===== Data shown =====

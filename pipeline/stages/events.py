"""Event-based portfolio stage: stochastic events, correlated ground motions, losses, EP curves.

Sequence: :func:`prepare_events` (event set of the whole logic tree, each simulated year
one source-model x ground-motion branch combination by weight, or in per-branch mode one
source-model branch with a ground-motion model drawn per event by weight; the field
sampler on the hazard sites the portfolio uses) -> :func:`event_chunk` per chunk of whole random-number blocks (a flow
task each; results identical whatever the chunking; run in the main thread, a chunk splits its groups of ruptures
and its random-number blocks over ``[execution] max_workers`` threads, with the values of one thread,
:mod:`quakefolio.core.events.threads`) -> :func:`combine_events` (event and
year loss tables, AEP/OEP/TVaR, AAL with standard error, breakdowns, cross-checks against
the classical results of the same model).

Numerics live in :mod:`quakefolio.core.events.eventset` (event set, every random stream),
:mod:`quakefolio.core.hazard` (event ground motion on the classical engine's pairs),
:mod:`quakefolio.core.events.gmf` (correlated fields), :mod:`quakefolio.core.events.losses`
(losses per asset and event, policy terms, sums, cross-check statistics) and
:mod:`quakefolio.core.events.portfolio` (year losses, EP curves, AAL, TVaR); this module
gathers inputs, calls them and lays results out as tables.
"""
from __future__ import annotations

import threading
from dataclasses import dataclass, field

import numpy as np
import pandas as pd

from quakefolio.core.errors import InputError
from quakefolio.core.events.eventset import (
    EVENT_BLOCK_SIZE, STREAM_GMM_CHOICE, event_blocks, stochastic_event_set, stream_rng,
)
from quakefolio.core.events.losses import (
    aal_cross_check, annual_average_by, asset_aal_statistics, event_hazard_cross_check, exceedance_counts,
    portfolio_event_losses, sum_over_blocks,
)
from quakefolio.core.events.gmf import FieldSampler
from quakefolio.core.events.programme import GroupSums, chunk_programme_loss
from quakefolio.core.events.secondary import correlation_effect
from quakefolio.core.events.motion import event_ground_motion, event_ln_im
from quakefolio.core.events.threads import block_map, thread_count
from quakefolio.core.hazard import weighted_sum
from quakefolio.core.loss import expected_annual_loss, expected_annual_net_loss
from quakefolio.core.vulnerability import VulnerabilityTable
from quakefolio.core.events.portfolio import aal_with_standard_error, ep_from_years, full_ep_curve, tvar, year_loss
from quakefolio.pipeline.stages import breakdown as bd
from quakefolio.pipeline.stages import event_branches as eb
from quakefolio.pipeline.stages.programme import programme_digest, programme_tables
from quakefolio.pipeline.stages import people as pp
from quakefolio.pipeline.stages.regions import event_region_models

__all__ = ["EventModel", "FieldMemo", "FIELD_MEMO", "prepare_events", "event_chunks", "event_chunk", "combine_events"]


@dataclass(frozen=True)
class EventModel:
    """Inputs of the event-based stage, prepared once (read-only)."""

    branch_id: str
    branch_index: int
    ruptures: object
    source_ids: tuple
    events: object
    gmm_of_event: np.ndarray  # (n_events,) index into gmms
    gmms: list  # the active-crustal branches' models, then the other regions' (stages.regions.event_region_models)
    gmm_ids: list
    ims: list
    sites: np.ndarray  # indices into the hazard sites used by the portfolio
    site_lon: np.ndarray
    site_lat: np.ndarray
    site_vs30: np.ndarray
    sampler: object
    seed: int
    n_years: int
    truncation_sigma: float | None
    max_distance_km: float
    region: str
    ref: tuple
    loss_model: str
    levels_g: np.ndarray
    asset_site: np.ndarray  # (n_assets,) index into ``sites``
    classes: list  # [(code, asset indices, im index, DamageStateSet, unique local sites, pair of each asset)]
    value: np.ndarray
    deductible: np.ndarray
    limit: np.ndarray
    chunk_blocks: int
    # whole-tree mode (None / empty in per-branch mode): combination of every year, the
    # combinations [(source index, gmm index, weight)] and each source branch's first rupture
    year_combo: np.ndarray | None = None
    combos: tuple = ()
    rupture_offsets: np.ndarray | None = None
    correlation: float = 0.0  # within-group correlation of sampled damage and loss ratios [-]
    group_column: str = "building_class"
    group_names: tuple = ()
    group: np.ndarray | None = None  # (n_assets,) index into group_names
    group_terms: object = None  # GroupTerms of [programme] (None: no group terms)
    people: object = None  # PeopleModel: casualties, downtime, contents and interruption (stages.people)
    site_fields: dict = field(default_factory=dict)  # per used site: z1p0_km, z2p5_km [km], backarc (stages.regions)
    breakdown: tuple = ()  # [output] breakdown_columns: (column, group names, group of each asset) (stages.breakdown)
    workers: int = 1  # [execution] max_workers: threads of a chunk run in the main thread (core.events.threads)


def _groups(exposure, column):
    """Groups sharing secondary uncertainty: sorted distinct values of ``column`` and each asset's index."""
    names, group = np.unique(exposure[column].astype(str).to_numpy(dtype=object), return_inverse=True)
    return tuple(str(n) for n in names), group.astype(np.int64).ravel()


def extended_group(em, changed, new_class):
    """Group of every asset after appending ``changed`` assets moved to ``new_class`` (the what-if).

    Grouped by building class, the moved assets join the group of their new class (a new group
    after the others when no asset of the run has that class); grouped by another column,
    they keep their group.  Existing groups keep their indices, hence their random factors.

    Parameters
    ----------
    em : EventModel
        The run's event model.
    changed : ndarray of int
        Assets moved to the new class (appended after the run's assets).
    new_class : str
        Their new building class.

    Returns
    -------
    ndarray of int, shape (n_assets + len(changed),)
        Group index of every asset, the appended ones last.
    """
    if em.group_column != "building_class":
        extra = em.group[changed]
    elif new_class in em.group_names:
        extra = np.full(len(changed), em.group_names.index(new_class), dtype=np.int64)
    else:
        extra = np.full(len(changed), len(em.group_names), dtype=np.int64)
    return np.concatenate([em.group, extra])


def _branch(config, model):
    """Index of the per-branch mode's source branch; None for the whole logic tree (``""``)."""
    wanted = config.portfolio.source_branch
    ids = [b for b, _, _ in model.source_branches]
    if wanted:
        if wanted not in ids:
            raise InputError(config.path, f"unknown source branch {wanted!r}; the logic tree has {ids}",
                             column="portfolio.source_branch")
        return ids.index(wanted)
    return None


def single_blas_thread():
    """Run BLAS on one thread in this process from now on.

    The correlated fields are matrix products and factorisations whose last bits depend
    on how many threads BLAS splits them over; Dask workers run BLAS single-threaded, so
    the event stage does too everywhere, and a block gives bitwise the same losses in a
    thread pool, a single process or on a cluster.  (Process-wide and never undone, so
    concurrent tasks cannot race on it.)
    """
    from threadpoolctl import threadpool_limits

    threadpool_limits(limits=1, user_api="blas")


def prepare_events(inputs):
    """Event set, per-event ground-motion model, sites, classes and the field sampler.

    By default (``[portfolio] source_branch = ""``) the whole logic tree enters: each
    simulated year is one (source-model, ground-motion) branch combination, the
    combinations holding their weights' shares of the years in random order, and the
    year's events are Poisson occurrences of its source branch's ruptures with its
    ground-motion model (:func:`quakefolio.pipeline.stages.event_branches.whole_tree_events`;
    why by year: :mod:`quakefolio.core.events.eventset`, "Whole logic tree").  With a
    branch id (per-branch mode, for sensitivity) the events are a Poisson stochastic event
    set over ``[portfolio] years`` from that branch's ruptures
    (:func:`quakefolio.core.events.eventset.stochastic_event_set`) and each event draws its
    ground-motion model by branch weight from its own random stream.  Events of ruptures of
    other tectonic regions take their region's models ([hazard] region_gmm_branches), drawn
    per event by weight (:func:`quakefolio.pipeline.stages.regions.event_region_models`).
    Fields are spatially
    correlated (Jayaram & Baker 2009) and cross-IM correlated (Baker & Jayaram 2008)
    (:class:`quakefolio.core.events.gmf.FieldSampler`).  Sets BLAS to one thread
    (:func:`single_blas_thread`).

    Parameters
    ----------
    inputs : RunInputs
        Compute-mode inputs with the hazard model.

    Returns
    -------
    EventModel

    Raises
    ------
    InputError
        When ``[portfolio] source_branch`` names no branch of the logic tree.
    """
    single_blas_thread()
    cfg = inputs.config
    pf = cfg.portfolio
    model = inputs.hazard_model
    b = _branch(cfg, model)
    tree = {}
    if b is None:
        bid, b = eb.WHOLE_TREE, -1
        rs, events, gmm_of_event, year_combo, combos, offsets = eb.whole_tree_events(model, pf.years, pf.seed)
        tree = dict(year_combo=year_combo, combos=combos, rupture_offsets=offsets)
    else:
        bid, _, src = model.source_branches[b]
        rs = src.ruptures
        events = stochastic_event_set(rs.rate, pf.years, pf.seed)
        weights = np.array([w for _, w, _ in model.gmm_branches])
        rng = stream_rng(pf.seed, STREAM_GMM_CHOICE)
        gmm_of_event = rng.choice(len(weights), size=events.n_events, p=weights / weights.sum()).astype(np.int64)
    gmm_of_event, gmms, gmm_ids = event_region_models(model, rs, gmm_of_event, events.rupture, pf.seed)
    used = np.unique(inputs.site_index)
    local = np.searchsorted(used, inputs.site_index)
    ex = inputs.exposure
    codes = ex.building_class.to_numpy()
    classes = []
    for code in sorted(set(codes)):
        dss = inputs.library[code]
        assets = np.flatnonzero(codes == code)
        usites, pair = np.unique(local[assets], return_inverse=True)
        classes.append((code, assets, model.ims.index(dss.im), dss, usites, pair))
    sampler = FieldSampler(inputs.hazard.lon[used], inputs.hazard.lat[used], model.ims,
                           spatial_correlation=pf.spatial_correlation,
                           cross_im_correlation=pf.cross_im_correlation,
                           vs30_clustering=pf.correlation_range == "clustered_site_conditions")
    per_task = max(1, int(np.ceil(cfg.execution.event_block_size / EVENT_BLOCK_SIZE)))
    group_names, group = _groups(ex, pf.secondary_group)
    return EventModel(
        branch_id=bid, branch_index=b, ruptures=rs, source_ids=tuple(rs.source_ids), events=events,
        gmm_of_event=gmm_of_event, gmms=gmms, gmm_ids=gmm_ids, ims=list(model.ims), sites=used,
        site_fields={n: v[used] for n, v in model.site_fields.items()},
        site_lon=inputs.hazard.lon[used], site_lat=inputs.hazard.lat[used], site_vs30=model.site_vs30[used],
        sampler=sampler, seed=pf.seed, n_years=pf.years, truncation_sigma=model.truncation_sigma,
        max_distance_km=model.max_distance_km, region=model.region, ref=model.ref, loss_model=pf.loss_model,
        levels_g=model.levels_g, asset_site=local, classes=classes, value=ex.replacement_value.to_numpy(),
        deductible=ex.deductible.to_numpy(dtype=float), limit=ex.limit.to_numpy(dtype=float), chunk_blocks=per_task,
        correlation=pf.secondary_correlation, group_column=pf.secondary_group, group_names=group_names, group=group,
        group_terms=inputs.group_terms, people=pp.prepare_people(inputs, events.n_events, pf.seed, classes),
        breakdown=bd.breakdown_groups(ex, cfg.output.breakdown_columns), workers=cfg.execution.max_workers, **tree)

=====

_Task to complete_
Look through the records and give only the number of lines where the string "based" appears.

_Your solution_
2